Run the code and see the new variable created in the data-viewer. Then, run a linear regression predicting price as a function of color_good:

tmod_linear_regression(price ~ color_good, data = diamonds)
##
## Linear regression; T-Test
##
##  H0: Difference in conditional mean is zero
##  HA: Difference in conditional mean is non-zero
##
##  Test statistic: t = 3.0616
##  P-value: 0.00226
##
##  Parameter: mean(price|poor) - mean(price|good)
##             after controlling for --
##  Point estimate: 747.29
##  Confidence interval: [ 268.31, 1226.30]

It is significant, but notice that it suggests that diamonds with poor color are more expensive than diamonds with good color.

1. Run a T-sample t-test predicting price as a function of color_good:
tmod_t_test(price ~ color_good, data = diamonds)
##
## Two Sample t-test
##
##  H0: Difference in true means is zero
##  HA: Difference in true means is non-zero
##
##  Test statistic: t(751.06) = -3.2428
##  P-value: 0.001236
##
##  Parameter: Difference in means (good - poor)
##  Point estimate: -747.29
##  Confidence interval: [-1199.70,  -294.89]

How do the results compare to the regression analysis? Note that, for one thing, the defaults are switched so that the terms here are all negative. You should also see that the point estimate is the same, but the other values are slightly different.

What is going on? There is a slightly different assumption that the linear regression model uses compared to the two-sample T-test. The regression model assumes that the variation is the of price is the same in both groups and the two-sample T-test doesn’t. That is where the discrepency arises. This isn’t anything to worry about, but I just wanted you to have seen it.

1. Finally, run a regression for price as a function of color_good
1. and the nusiance variables carat, cut, and clarity:
tmod_linear_regression(price ~ color_good + carat + cut + clarity, data = diamonds)
##
## Linear regression; T-Test
##
##  H0: Difference in conditional mean is zero
##  HA: Difference in conditional mean is non-zero
##
##  Test statistic: t = -7.4685
##  P-value: 1.783e-13
##
##  Parameter: mean(price|poor) - mean(price|good)
##             after controlling for -- carat; cut; clarity
##  Point estimate: -609.67
##  Confidence interval: [-769.86, -449.47]

Notice that the output is different than in question 7 where there are multiple categories.

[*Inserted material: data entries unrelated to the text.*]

class _CtrlC:
    """Ctrl-C that cannot get lost.

    Python raises KeyboardInterrupt wherever the main thread happens to be; when that is a
    finaliser or weakref callback (h5py and numpy objects are freed all the time), the exception
    is printed as "ignored" and the run would go on. This handler raises it as usual and also
    remembers it, and the progress observer raises it again between integration segments."""

    def __init__(self) -> None:
        self.hit = False
        self._old = None
        self._old_hook = None

    def _handler(self, signum, frame):
        self.hit = True
        raise KeyboardInterrupt

    def check(self) -> None:
        if self.hit:
            raise KeyboardInterrupt

    def _unraisable(self, info) -> None:
        if isinstance(info.exc_value, KeyboardInterrupt):
            self.hit = True  # swallowed by a finaliser: raised again at the next check
            return
        self._old_hook(info)

    def __enter__(self):
        import signal

        try:
            self._old = signal.signal(signal.SIGINT, self._handler)
        except ValueError:  # not the main thread: leave signals alone
            self._old = None
            return self
        self._old_hook, sys.unraisablehook = sys.unraisablehook, self._unraisable
        return self

    def __exit__(self, *exc) -> None:
        import signal

        if self._old is not None:
            signal.signal(signal.SIGINT, self._old)
            sys.unraisablehook = self._old_hook


DEFAULT_ENCLOSED_M3 = 10.0
"""Enclosed air volume [m³] for the gas caution when --enclosed-volume is not given."""


def safety_flags(outcome, enclosed_volume_m3: float = DEFAULT_ENCLOSED_M3) -> list[str]:
    """The caution lines a run's results call for: the gas made (and what it would mean in an
    enclosed space of the given volume), high DC current in the water and strong fields."""
    from sim.io.present import gas_caution

    r = outcome.result
    lines = [gas_caution(r.summary, enclosed_volume_m3)]
    amps = float(r.summary.get("peak_thruster_current_a", 0.0))
    if amps > HIGH_CURRENT_A:
        lines.append(
            f"CAUTION high DC current: up to {amps:,.0f} A flowed through the water at the "
            f"electrodes (flagged above {HIGH_CURRENT_A:g} A). Keep people and divers out of the "
            "water near energised electrodes; isolate and lock out before handling."
        )
    fields = [t.field for t in outcome.scenario.vessel.spec.thruster]
    if fields and max(fields) >= STRONG_FIELD_T:
        lines.append(
            f"CAUTION strong magnetic field: {max(fields):g} T in the thruster gaps (flagged at "
            f"{STRONG_FIELD_T:g} T and above). Keep people with pacemakers or other implants "
            "away, and loose steel and tools clear."
            + (
                " Superconducting magnets can quench."
                if any(t.magnet == "superconducting" for t in outcome.scenario.vessel.spec.thruster)
                else ""
            )
        )
    return lines


def _print_summary(outcome, console, enclosed_volume_m3: float = DEFAULT_ENCLOSED_M3) -> None:
    from rich.table import Table

    from sim.io.present import summary_rows

    r = outcome.result
    t = Table(
        title=f"{outcome.scenario.spec.scenario.name} — {r.ending_reason}",
        show_header=False,
        title_justify="left",
    )
    t.add_column("quantity")
    t.add_column("value", justify="right")
    for k, v in summary_rows(r.summary):
        t.add_row(k, v)
    console.print(t)
    legs = Table(title="legs", title_justify="left")
    for col in ("leg", "start min", "end min", "distance km", "energy Wh", "mean kn", "ended by"):
        legs.add_column(col, justify="left" if col in ("leg", "ended by") else "right")
    for leg in r.legs:
        legs.add_row(
            leg["name"],
            f"{leg['t_start_s'] / 60:.1f}",
            f"{leg['t_end_s'] / 60:.1f}",
            f"{leg['distance_m'] / 1000:.3f}",
            f"{leg['energy_j'] / 3600:.1f}",
            f"{leg['mean_speed_m_s'] / 0.514444:.2f}",
            _esc(leg["ending"]),
        )
    console.print(legs)
    flags = safety_flags(outcome, enclosed_volume_m3)
    for line in flags:
        style = "bold yellow" if "CAUTION" in line else "dim"
        console.print(f"[{style}]! {_esc(line)}[/]")
    flagged = " ".join(flags)
    for c in CAUTIONS:  # the general reminders not already given with numbers above
        if (c is CAUTION_CURRENT and "high DC current" in flagged) or (
            c is CAUTION_FIELD and "strong magnetic field" in flagged
        ):
            continue
        console.print(f"[dim]! {_esc(c)}[/]")
    if outcome.log_path is not None:
        console.print(
            f"log written to [bold]{_esc(str(outcome.log_path))}[/] "
            f"(wall time {r.wall_time_s:.2f} s)"
        )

## Regression in scientific literature

Open the following article from the British Medical Journal on “Geographical variation in glaucoma prescribing trends in England 2008–2012: an observationa ecological study”:

Read the Abstract and Methods sections. Also look at Tables 2-4. Then, try to answer the following questions (you may need to search through the rest of the paper for some of these):

1. Is this an observational or experimental study? Observation (it even says so!)
2. What statistical tests were used in this analysis? Are you familiar with all of them from the course? If not, what tests or statistical terms are you unfamiliar with? I found Spearman’s rank correlation and multivariate regression. There was a lot of Biological jargon but you should have understood most of the statistics.